━━━ EXCERPTED DATA ━━━

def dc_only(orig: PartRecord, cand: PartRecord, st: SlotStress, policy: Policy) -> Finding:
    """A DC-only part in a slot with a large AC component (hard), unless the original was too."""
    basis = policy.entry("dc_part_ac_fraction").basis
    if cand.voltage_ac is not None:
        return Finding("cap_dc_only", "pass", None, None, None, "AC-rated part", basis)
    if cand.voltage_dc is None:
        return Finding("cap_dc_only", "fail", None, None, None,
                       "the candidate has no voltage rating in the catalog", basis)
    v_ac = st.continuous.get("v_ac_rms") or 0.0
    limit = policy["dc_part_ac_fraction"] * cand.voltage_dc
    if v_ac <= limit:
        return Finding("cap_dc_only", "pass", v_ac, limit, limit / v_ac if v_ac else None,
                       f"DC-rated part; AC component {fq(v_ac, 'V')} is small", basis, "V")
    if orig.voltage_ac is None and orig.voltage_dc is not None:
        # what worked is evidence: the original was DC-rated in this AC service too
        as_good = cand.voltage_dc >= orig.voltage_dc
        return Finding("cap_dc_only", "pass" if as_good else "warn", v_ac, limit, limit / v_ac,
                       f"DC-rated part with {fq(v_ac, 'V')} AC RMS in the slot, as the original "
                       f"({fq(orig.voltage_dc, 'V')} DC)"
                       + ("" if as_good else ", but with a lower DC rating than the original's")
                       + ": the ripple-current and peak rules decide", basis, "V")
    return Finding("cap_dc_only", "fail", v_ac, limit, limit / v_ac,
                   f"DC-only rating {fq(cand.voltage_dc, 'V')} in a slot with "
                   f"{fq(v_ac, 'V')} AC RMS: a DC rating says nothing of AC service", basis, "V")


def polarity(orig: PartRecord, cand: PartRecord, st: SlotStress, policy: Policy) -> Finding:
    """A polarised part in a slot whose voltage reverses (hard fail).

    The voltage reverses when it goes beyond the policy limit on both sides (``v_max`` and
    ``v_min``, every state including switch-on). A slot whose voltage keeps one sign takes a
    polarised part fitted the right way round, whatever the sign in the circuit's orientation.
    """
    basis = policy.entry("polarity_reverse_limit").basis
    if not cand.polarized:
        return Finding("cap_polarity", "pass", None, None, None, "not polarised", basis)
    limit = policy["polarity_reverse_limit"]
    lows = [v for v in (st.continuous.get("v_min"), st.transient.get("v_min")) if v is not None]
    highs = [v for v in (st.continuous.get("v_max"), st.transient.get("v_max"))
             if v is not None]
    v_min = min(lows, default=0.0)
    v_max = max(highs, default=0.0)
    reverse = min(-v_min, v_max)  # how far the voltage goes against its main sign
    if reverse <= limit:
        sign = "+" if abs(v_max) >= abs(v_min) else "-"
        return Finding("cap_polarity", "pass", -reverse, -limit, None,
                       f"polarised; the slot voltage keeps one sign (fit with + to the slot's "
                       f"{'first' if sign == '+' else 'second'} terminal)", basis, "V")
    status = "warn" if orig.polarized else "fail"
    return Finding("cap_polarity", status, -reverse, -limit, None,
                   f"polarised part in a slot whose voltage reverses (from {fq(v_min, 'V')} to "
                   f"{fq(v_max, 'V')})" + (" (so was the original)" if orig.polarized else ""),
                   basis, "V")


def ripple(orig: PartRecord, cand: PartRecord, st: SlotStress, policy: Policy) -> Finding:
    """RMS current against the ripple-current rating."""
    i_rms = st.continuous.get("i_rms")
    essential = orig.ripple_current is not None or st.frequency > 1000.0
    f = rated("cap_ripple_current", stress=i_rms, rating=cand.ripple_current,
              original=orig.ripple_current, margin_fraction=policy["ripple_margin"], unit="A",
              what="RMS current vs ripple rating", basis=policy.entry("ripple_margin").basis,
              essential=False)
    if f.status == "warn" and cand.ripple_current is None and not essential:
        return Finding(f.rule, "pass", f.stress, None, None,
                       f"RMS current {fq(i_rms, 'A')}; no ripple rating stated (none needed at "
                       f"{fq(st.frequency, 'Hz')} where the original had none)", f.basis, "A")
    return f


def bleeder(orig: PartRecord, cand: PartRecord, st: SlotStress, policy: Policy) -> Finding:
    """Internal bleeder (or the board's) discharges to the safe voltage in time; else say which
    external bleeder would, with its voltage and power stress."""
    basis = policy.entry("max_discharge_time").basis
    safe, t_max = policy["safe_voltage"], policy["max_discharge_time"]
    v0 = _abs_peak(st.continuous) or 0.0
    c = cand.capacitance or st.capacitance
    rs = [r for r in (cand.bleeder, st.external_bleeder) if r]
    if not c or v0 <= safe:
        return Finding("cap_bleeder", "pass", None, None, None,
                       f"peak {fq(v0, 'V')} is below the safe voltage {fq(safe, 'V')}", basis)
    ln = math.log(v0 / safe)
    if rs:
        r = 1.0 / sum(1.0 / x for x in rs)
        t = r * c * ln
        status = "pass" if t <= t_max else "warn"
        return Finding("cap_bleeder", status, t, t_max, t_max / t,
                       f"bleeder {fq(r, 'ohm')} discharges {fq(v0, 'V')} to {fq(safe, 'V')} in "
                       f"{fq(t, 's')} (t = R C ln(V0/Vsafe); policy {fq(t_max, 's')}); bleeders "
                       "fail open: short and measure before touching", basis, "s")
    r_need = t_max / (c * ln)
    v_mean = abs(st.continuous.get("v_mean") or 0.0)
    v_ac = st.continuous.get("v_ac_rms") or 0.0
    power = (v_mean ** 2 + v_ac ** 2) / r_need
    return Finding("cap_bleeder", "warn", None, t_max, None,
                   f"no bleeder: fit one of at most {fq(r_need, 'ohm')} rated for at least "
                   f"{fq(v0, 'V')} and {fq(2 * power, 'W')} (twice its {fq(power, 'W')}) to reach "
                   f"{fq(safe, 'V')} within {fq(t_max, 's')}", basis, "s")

━━━

In the data above, copy every line where the string "whose" appears.

    """A polarised part in a slot whose voltage reverses (hard fail).
    ``v_min``, every state including switch-on). A slot whose voltage keeps one sign takes a
                   f"polarised part in a slot whose voltage reverses (from {fq(v_min, 'V')} to "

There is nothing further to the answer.